WHAT YOU ARE ASKED TO DO: Your response should contain every line from the data below that holds the string "boreMm".

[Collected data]

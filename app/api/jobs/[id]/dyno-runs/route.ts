import { NextResponse } from "next/server";
import { parseWorkOrderId } from "@/app/_server/route-params";
import { requireApiArea } from "@/app/_server/session";
import { db } from "@/db/setup/client";
import { listDynoRuns } from "@/db/records/dyno";
import { importDynoRun } from "@/db/records/dyno-import";

type Params = { params: Promise<{ id: string }> };

const notFound = () => NextResponse.json({ error: "No such work order in your shop." }, { status: 404 });

// The work order's runs (as recorded; the page computes the curves).
export async function GET(_req: Request, { params }: Params) {
  const auth = await requireApiArea("dyno");
  if (auth.response) return auth.response;
  const id = parseWorkOrderId((await params).id);
  if (!id) return notFound();
  return NextResponse.json({ runs: await listDynoRuns(db(), auth.user.shopId, id) });
}

// A new run: fields plus its curve (table rows or CSV text). All checked; stored all or nothing.
export async function POST(req: Request, { params }: Params) {
  const auth = await requireApiArea("dyno");
  if (auth.response) return auth.response;
  const id = parseWorkOrderId((await params).id);
  if (!id) return notFound();
  let body: unknown;
  try {
    body = await req.json();
  } catch {
    return NextResponse.json({ error: "The request body must be JSON.", fieldErrors: {}, curveErrors: [] }, { status: 400 });
  }
  const r = await importDynoRun(db(), auth.user.shopId, id, auth.user.id, body);
  if (r.ok) return NextResponse.json({ id: r.id }, { status: 201 });
  if (r.status === 404) return notFound();
  return NextResponse.json({ error: "Some entries need fixing.", fieldErrors: r.fieldErrors, curveErrors: r.curveErrors }, { status: 400 });
}
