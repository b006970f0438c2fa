import type { Metadata } from "next";
import Link from "next/link";
import { notFound } from "next/navigation";
import { IntercoolerCard } from "@/app/calculators/_components/intercooler-card";
import { CRANK_FIELDS, formOf, PLANNER_START, type SheetForm } from "@/app/calculators/_components/planner-fields";
import { TurboPlanner } from "@/app/calculators/_components/turbo-planner";
import { requirePageArea } from "@/app/_server/session";
import { AppFrame } from "@/app/ui/app-frame";
import { BuildFiguresTable } from "@/app/ui/build-figures-table";
import { loadBuildNumbers } from "@/db/records/build-sheets";
import { findDynoWorkOrder } from "@/db/records/dyno";
import { db } from "@/db/setup/client";
import { isUuid } from "@/lib/ids";

export const metadata: Metadata = { title: "This build's numbers" };

// A job's turbo and fuel figures, worked from the job's own: displacement from the bike, readings
// from its build, boost from its newest dyno run, and its saved build sheet (with the compressor map
// outline typed from the maker's sheet).
export default async function JobNumbersPage({ params }: { params: Promise<{ id: string }> }) {
  const user = await requirePageArea("dyno");
  const { id } = await params;
  if (!isUuid(id)) notFound();
  const [job, numbers] = await Promise.all([findDynoWorkOrder(db(), user.shopId, id), loadBuildNumbers(db(), user.shopId, id)]);
  if (!job || !numbers) notFound();

  // Planning assumptions from the engine numbers page, then the job's own figures, then what was saved.
  const planning = Object.fromEntries(Object.entries(PLANNER_START).filter(([k]) => !(CRANK_FIELDS as string[]).includes(k))) as SheetForm;
  const fromJob: SheetForm = {};
  if (numbers.displacementCc) fromJob.displacementCc = String(numbers.displacementCc);
  if (numbers.dynoBoost) fromJob.boostKpa = String(Number(numbers.dynoBoost.kpa.toFixed(1)));
  const measured: Record<string, "boreMm" | "strokeMm" | "deckClearanceMm" | "gasketThicknessMm"> = {
    Bore: "boreMm",
    Stroke: "strokeMm",
    "Piston to deck at TDC": "deckClearanceMm",
    "Compressed gasket thickness": "gasketThicknessMm",
  };
  for (const u of numbers.figures.used) {
    const key = measured[u.label];
    if (key && u.source.kind === "readings") fromJob[key] = String(Number(u.value.toFixed(3)));
  }
  const start: SheetForm = { ...planning, ...fromJob, ...formOf(numbers.sheet.figures) };
  const bikeName = `${job.make} ${job.model}`;

  return (
    <AppFrame user={user} current="/dyno">
      <p className="text-lg">
        <Link href="/dyno" className="underline">
          Dyno
        </Link>{" "}
        ›{" "}
        <Link href={`/jobs/${job.id}/dyno`} className="underline">
          #{job.number}
        </Link>{" "}
        › numbers
      </p>
      <h1 className="text-3xl font-bold">Turbo and fuel figures: {bikeName}</h1>
      <p className="mt-1 max-w-3xl text-lg">
        <span className="font-mono">{job.tagCode}</span> · {job.title}. Worked from this job&apos;s figures:{" "}
        {numbers.displacementCc ? `${numbers.displacementCc} cc from the bike` : "no displacement on the bike record"};{" "}
        {numbers.dynoBoost
          ? `boost ${numbers.dynoBoost.value} ${numbers.dynoBoost.unit} from dyno run “${numbers.dynoBoost.label}”`
          : "no dyno run yet, so boost is the planning figure"}
        ; readings from the build; {numbers.saved ? `build sheet saved by ${numbers.saved.savedBy}` : "no build sheet saved yet"}. Parts
        makers&apos; sheets and the engine maker&apos;s data always win.
      </p>
      <div className="mt-6 grid gap-6">
        <BuildFiguresTable figures={numbers.figures} />
        <TurboPlanner
          start={start}
          startFuel={numbers.sheet.fuel ?? "petrol"}
          startOutline={numbers.sheet.mapOutline}
          saveUrl={`/api/jobs/${job.id}/build-sheet`}
        />
        <IntercoolerCard fromRun={numbers.intercooler} />
      </div>
    </AppFrame>
  );
}
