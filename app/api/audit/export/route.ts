import { auditCsvResponse } from "@/app/_server/audit-csv-response";
import { guarded } from "@/app/_server/route-helpers";
import { db } from "@/db/setup/client";
import { auditFilterSchema } from "@/lib/review/list-queries";

// GET: the shop's audit log as CSV (same filters as the page: job, outcome, action, q; no paging),
// streamed oldest first. Columns: README.md "Audit log CSV".
export const GET = guarded("audit", async ({ req, user }) => {
  const f = auditFilterSchema.parse(Object.fromEntries(new URL(req.url).searchParams));
  return auditCsvResponse(db(), user.shopId, f);
});
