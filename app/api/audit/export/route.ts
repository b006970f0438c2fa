import { auditCsvResponse } from "@/app/_server/audit-csv-response";
import { route } from "@/app/_server/route";
import { auditExportSchema } from "@/lib/review/audit-range";

// GET: the shop's audit log as CSV (same filters as the page: job, outcome, action, q; no paging)
// for the days From to To (at most a year; lib/review/audit-range.ts), streamed oldest first.
// Columns: README.md "Audit log CSV".
export const GET = route({ access: { area: "audit" }, query: auditExportSchema() }, async ({ user, query, db }) =>
  auditCsvResponse(db, user.shopId, query),
);
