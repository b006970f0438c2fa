import "server-only";
import { after, NextResponse } from "next/server";
import type { z } from "zod";
import { db as sharedDb, type Db } from "@/db/setup/client";
import { isDatabaseFailure } from "@/db/setup/failures";
import { loadSessionUser } from "@/db/shop/users";
import { canReach, type Area } from "@/lib/auth/roles";
import { SESSION_STATE_HEADER, type SessionState } from "@/lib/auth/session-lifetime";
import type { SessionUser } from "@/lib/auth/session-user";
import { isUuid } from "@/lib/ids";
import { CHECK_THE_FIELDS, DATABASE_NOT_ANSWERING, errorBody, Refusal, UNEXPECTED_FAILURE, type FieldIssue } from "@/lib/errors";
import { unstorableTexts } from "@/lib/safe-values";
import { fieldLabel, issuesOf, workshopErrors, type FieldLabels } from "@/lib/zod-issues";
import { readMultipart, type MultipartLimits } from "./multipart";
import { readLimited, type BodyLimit } from "./request-body";
import { isSameOrigin, NOT_FROM_OUR_PAGES } from "./same-origin";

// The one wrapper every route handler goes through (app/api/**/route.ts). In this order:
//   1. same origin, for every state-changing method (POST, PUT, PATCH, DELETE): 403 unless the
//      request comes from our own pages (./same-origin.ts) — except the signed payment webhook,
//      whose signature is its check;
//   2. who is asking: 401 not signed in, 403 the role cannot reach the route's area (lib/auth/roles);
//      the public routes name the check they make instead (`publicRoute`);
//   3. the body's content type: 415 unless it is the one the route takes (JSON, multipart form,
//      or the declared file types); a route that takes no body refuses any type but JSON;
//   4. the body's size, counted while the stream is read, before anything is buffered: 413;
//   5. the body and the query string parsed with zod: 400 (or the route's own status) with each
//      problem in workshop words (lib/zod-issues.ts);
//   6. the handler. A Refusal it throws becomes its status; a database failure anywhere (the
//      session lookup included) 503; anything else unexpected 503 too (a server error, "try again").
// Every refusal has one body: { error, issues: [{ path, message }] } (lib/errors.ts).

type RawParams = Record<string, string | string[] | undefined>;
type ParamsOf<N extends readonly string[]> = { [K in N[number]]: string };

/** The route's body: what the handler gets in `body`. */
export type BodySpec =
  | ({
      kind: "json";
      schema: z.ZodType;
      labels?: FieldLabels;
      invalid?: { status: 400 | 422; error: string };
      emptyMessage?: string;
      before?: (raw: unknown) => void;
      anyText?: boolean;
    } & BodyLimit)
  | ({ kind: "multipart" } & MultipartLimits)
  | ({ kind: "binary"; types: readonly string[] } & BodyLimit)
  | ({ kind: "text"; types: readonly string[] } & BodyLimit);

type BodyOf<B> = B extends { kind: "json"; schema: infer S extends z.ZodType }
  ? z.output<S>
  : B extends { kind: "multipart" }
    ? FormData
    : B extends { kind: "binary" }
      ? BinaryBody
      : B extends { kind: "text" }
        ? string
        : undefined;

/**
 * Raw bytes, read only when the handler asks (after its own checks, e.g. that the photo is on
 * record), and at most `maxBytes` — the route's limit or a smaller one the handler knows.
 */
export interface BinaryBody {
  type: string;
  read(maxBytes?: number): Promise<Uint8Array>;
}

export const KIB = 1024;
export const MIB = 1024 * KIB;

/** A JSON body checked with `schema` (at most `maxBytes`, 256 KiB unless given). */
export function json<S extends z.ZodType>(
  schema: S,
  opts: {
    maxBytes?: number;
    labels?: FieldLabels;
    invalid?: { status: 400 | 422; error: string };
    emptyMessage?: string;
    tooLargeHint?: string;
    before?: (raw: unknown) => void;
    /**
     * Texts are taken as sent, NUL and broken characters included: the route's schema and writer
     * make them storable themselves, item by item, so one bad entry never refuses the others (the
     * sync batch, discards, an ended session's hand-over). Every other JSON body is refused whole
     * when a text in it cannot be stored (`unstorableTextIssues`).
     */
    anyText?: boolean;
  } = {},
) {
  return { kind: "json" as const, schema, maxBytes: opts.maxBytes ?? 256 * KIB, ...opts };
}
/** A multipart form (fields and files), read as it streams within its limits (./multipart.ts). */
export function multipart(limits: MultipartLimits) {
  return { kind: "multipart" as const, ...limits };
}
/** Raw bytes of one of `types` (e.g. a photo), at most `maxBytes`, read when the handler asks. */
export function binary(types: readonly string[], maxBytes: number) {
  return { kind: "binary" as const, types, maxBytes };
}
/** The body as UTF-8 text, sent as one of `types`, at most `maxBytes`. */
export function text(types: readonly string[], maxBytes: number, opts: { tooLargeHint?: string } = {}) {
  return { kind: "text" as const, types, maxBytes, ...opts };
}

/** Who may call a route: the roles that reach an area, any of several areas, or anyone signed in. */
export type Access = { area: Area } | { anyArea: readonly Area[] } | { signedIn: true };

/**
 * The routes that no session guards, each naming the check it makes instead:
 * - "next-auth": next-auth's own sign-in endpoints (CSRF token; the credentials check is rate-limited);
 * - "payment-signature": the payment service's webhook, checked by its signature (no browser, no Origin);
 * - "ended-session": a tablet whose session the office ended hands over its unsent work; the handler
 *   checks that the signed cookie names such a session (app/api/bench/outbox-handover);
 * - "invitation-link": a customer sets their password with the token of an invitation e-mail
 *   (app/api/welcome; db/customer-contact/invitations.ts checks it);
 * - "answer-link": a customer's answers to extra work through the e-mailed one-time link, checked
 *   by the link's token (db/office/supplements.ts answerByLink).
 */
export type PublicCheck = "next-auth" | "payment-signature" | "ended-session" | "invitation-link" | "answer-link";

export interface RouteContext<P, B, Q, U> {
  req: Request;
  user: U;
  params: P;
  body: B;
  query: Q;
  db: Db;
  /** The server-side session of the request (null when a test or script handed in the user). */
  sessionId: string | null;
  /** Work to do after the answer is sent (next/server `after`; skipped when a test calls `handle`). */
  later: (work: () => Promise<unknown>) => void;
}

/** An answer with a status or headers of its own, keeping the body's type for the callers. */
export class JsonReply<T> {
  constructor(
    readonly body: T,
    readonly init: ResponseInit = {},
  ) {}
}
export const reply = <T>(body: T, init: ResponseInit = {}) => new JsonReply(body, init);
export const created = <T>(body: T) => new JsonReply(body, { status: 201 });

/** What a test (or a script) passes instead of the request's session and the shared pool. */
export interface CallOptions {
  params?: RawParams;
  /** The signed-in user as given; `undefined` to look `userId` up (or nobody). */
  user?: SessionUser | null;
  /** Look this user up in the database, as the session check does. */
  userId?: string | null;
  db?: Db;
  later?: (work: () => Promise<unknown>) => void;
}
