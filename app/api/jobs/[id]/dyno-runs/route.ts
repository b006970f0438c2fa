import { z } from "zod";
import { created, idParam, json, MIB, route } from "@/app/_server/route";
import { listDynoRuns } from "@/db/records/dyno";
import { importDynoRun } from "@/db/records/dyno-import";
import { Refusal } from "@/lib/errors";

const NOT_FOUND = "No such work order in your shop.";

// The work order's runs (as recorded; the page computes the curves).
export const GET = route({ access: { area: "dyno" }, params: ["id"] }, async ({ user, params, db }) => ({
  runs: await listDynoRuns(db, user.shopId, idParam(params.id, NOT_FOUND)),
}));

// A new run: fields plus its curve (table rows or CSV text). All checked; stored all or nothing.
// The body is checked whole by importDynoRun (fields and every curve row at once), so the wrapper
// only reads it as JSON here.
export const POST = route(
  { access: { area: "dyno" }, params: ["id"], body: json(z.unknown(), { maxBytes: 2 * MIB }) },
  async ({ user, params, body, db }) => {
    const r = await importDynoRun(db, user.shopId, idParam(params.id, NOT_FOUND), user.id, body);
    if (r.ok) return created({ id: r.id });
    if (r.status === 404) throw new Refusal(NOT_FOUND, 404);
    throw new Refusal("Some entries need fixing.", 400, r.issues);
  },
);
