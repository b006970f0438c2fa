import { idParam, route } from "@/app/_server/route";
import { approveQuoteAsCustomer } from "@/db/office/quotes";

// The customer approves their own quote (anyone else's: 403).
export const POST = route({ access: { area: "my-bikes" }, params: ["id"] }, async ({ user, params, db }) =>
  approveQuoteAsCustomer(db, user, idParam(params.id)),
);
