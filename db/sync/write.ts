import "server-only";
import { sql, type Transaction } from "kysely";
import type { Decision, MergeState } from "@/lib/sync/merge-rules";
import type { Operation, OperationKind } from "@/lib/sync/operations";
import { readingVerdict } from "@/lib/sync/readings";
import { auditRow, type AuditEntry } from "../audit/append";
import { copyRows } from "../setup/copy-rows";
import type { LoadedWorkOrder } from "./context";
import type { Database } from "../schema";

// Set-based writes for the merge: the kept operations, their read-table rows of the common kinds
// and the audit entries go straight into their tables by COPY; the rarer kinds and timer events as
// one JSON array per statement (INSERT … SELECT FROM json_to_recordset). A batch costs a fixed
// number of round trips whatever its size, and no statement runs into the 65,535-parameter
// limit. No row-at-a-time loop.

type Tx = Transaction<Database>;

// The column lists of these statements are keyed by the types they carry, so the compiler checks
// them: a recordset's columns by the row object, a payload field by the operation's payload type,
// an INSERT's target columns by the table type.
type PgType = "uuid" | "int" | "numeric" | "text" | "timestamptz" | "jsonb" | "boolean";

/** `json_to_recordset(...) AS x(<these>)`: every field of the row, with its PostgreSQL type. */
function recordset<R>(columns: { [K in keyof R]-?: PgType }) {
  return sql.raw(
    Object.entries(columns)
      .map(([name, type]) => `${name} ${type}`)
      .join(", "),
  );
}

/** A field of one operation kind's payload, read from the row's JSON as `type`. */
function payloadOf<K extends OperationKind>(_kind: K) {
  return (key: keyof Extract<Operation, { kind: K }>["payload"] & string, type: PgType) => sql.raw(`(x.payload->>'${key}')::${type}`);
}

/** `table (col, …)` for an INSERT, the columns checked against the table's type. */
function into<T extends keyof Database>(table: T, columns: ReadonlyArray<keyof Database[T] & string>) {
  return sql.raw(`${table} (${columns.join(", ")})`);
}

export interface KeptOperation {
  op: Operation;
  decision: Extract<Decision, { outcome: "accept" | "flag" }>;
}

const flagReason = (k: KeptOperation) => (k.decision.outcome === "flag" ? k.decision.reason : null);

/**
 * Takes the shop's sync lock (held until the transaction ends): merges in a shop run one at a time.
 * Any other code that inserts operations must take it first too (review decisions take it by trigger).
 * Also gives the merge enough sort memory to keep a 10,000-operation batch off the disk, and turns
 * off JIT compilation for it: a large batch's estimates pass JIT's threshold, and compiling the
 * earlier single write statement took about half a second at 10,000 operations (EXPLAIN ANALYZE).
 */
export async function lockShopForSync(trx: Tx, shopId: string): Promise<void> {
  await sql`SELECT benchtag_lock_shop_sync(${shopId}::uuid), set_config('work_mem', '64MB', true), set_config('jit', 'off', true)`.execute(
    trx,
  );
}

/** COPY rows into `table`, each row keyed by the table's column names (the compiler checks them). */
function copyInto<T extends keyof Database & string, C extends keyof Database[T] & string>(
  trx: Tx,
  table: T,
  columns: readonly C[],
  rows: readonly { [K in C]: unknown }[],
): Promise<void> {
  return copyRows(
    trx,
    table,
    columns,
    rows.map((row) => columns.map((c) => row[c])),
  );
}

const AUDIT_COLUMNS = [
  "shop_id",
  "actor_id",
  "device_id",
  "action",
  "entity",
  "entity_id",
  "work_order_id",
  "outcome",
  "reason",
  "detail",
] as const satisfies readonly (keyof ReturnType<typeof auditRow>)[];

/**
 * Writes the kept operations (in stamp order; the decisions have checked every reference they
 * make, under the shop lock): `operations`, the read tables and the audit log, each by COPY
 * (one round trip per table, no JSON to parse on the server), then the rarer kinds in one
 * statement (`writeOtherKinds`) and timer stops and cancels in another. `operations` is written
 * first and in stamp order, so seq (the sync cursor) follows the stamps.
 *
 * All of it goes in, or the transaction fails: an id stored meanwhile by a merge that does not
 * share this one's lock (another shop's; within a shop the lock orders merges) is refused by the
 * primary key, nothing is saved and the tablet sends again (it is then told the id is taken).
 * The references of `operations` and the read tables are checked by the merge, not by foreign
 * keys (lib/sync/README.md, "What PostgreSQL still checks"). Overrides are settled after, by
 * stamp (`applyFirstOverrides`).
 *
 * Each row is audited under its own author: a held operation applied now was sent by its author,
 * perhaps from another tablet, not by whoever brought the record it waited for.
 */
export async function writeKept(
  trx: Tx,
  shopId: string,
  kept: readonly KeptOperation[],
  jobs: ReadonlyMap<string, LoadedWorkOrder>,
  state: MergeState,
): Promise<void> {
  if (!kept.length) return;
  await copyInto(
    trx,
    "operations",
    ["id", "shop_id", "work_order_id", "kind", "author_id", "device_id", "device_time", "stamp", "payload", "flagged", "flag_reason"],
    kept.map(({ op, decision }) => ({
      id: op.id,
      shop_id: shopId,
      work_order_id: op.workOrderId,
      kind: op.kind,
      author_id: op.authorId,
      device_id: op.deviceId,
      device_time: op.deviceTime,
      stamp: op.stamp,
      payload: op.payload,
      flagged: decision.outcome === "flag",
      flag_reason: flagReason({ op, decision }),
    })),
  );

  const completions: StepCompletionRow[] = [];
  const readings: MeasurementRow[] = [];
  const bolts: TorqueRecordRow[] = [];
  const others: KeptOperation[] = [];
  for (const k of kept) {
    const { op } = k;
    if (op.kind === "step.completed") {
      completions.push({
        id: op.id,
        work_order_id: op.workOrderId,
        step_id: op.payload.stepId,
        completed_by: op.authorId,
        device_time: op.deviceTime,
        flagged: k.decision.outcome === "flag",
        flag_reason: flagReason(k),
      });
    } else if (op.kind === "measurement.recorded") {
      const p = op.payload;
      readings.push({
        id: op.id,
        work_order_id: op.workOrderId,
        step_id: p.stepId,
        spec_id: p.specId,
        reading_index: p.readingIndex,
        // the decimal text typed: numeric keeps its scale ("0.030" stays "0.030")
        value: p.value,
        unit: p.unit,
        verdict: readingVerdict(p.value, p.unit, jobs.get(op.workOrderId)!.measurementSpecs.get(p.specId)!),
        note: p.note ?? "",
        supersedes_id: p.supersedesId ?? null,
        recorded_by: op.authorId,
        device_id: op.deviceId,
        device_time: op.deviceTime,
        stamp: op.stamp,
      });
    } else if (op.kind === "torque.bolt-confirmed") {
      const p = op.payload;
      bolts.push({
        id: op.id,
        work_order_id: op.workOrderId,
        step_id: p.stepId,
        torque_spec_id: p.torqueSpecId,
        pass_index: p.passIndex,
        bolt: p.bolt,
        wrench_reading: p.wrenchReading ?? null,
        wrench_unit: p.wrenchUnit ?? null,
        recorded_by: op.authorId,
        device_time: op.deviceTime,
      });
    } else others.push(k);
  }
  await copyInto(trx, "step_completions", STEP_COMPLETION_COLUMNS, completions);
  await copyInto(trx, "measurements", MEASUREMENT_COLUMNS, readings);
  await copyInto(trx, "torque_records", TORQUE_RECORD_COLUMNS, bolts);
  await writeOtherKinds(trx, shopId, others, jobs, state);
  await copyInto(
    trx,
    "audit_log",
    AUDIT_COLUMNS,
    kept.map((k) =>
      auditRow({
        shopId,
        actorId: k.op.authorId,
        deviceId: k.op.deviceId,
        action: `sync.${k.op.kind}`,
        entity: "operation",
        entityId: k.op.id,
        workOrderId: k.op.workOrderId,
        outcome: "accepted",
        reason: flagReason(k),
        detail: { stamp: k.op.stamp, flagged: k.decision.outcome === "flag" },
      }),
    ),
  );
  await writeTimerEvents(
    trx,
    kept.map((k) => k.op),
  );
}
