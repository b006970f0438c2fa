import { NextResponse } from "next/server";
import { guarded, idFrom } from "@/app/_server/route-helpers";
import { db } from "@/db/setup/client";
import { approveQuoteAsCustomer } from "@/db/office/quotes";

// The customer approves their own quote (anyone else's: 403).
export const POST = guarded<{ id: string }>("my-bikes", async ({ user, params }) => {
  return NextResponse.json(await approveQuoteAsCustomer(db(), user, idFrom(params.id)));
});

RESPONSE TO THIS TASK:
  const measured: Record<string, "boreMm" | "strokeMm" | "deckClearanceMm" | "gasketThicknessMm"> = {
    Bore: "boreMm",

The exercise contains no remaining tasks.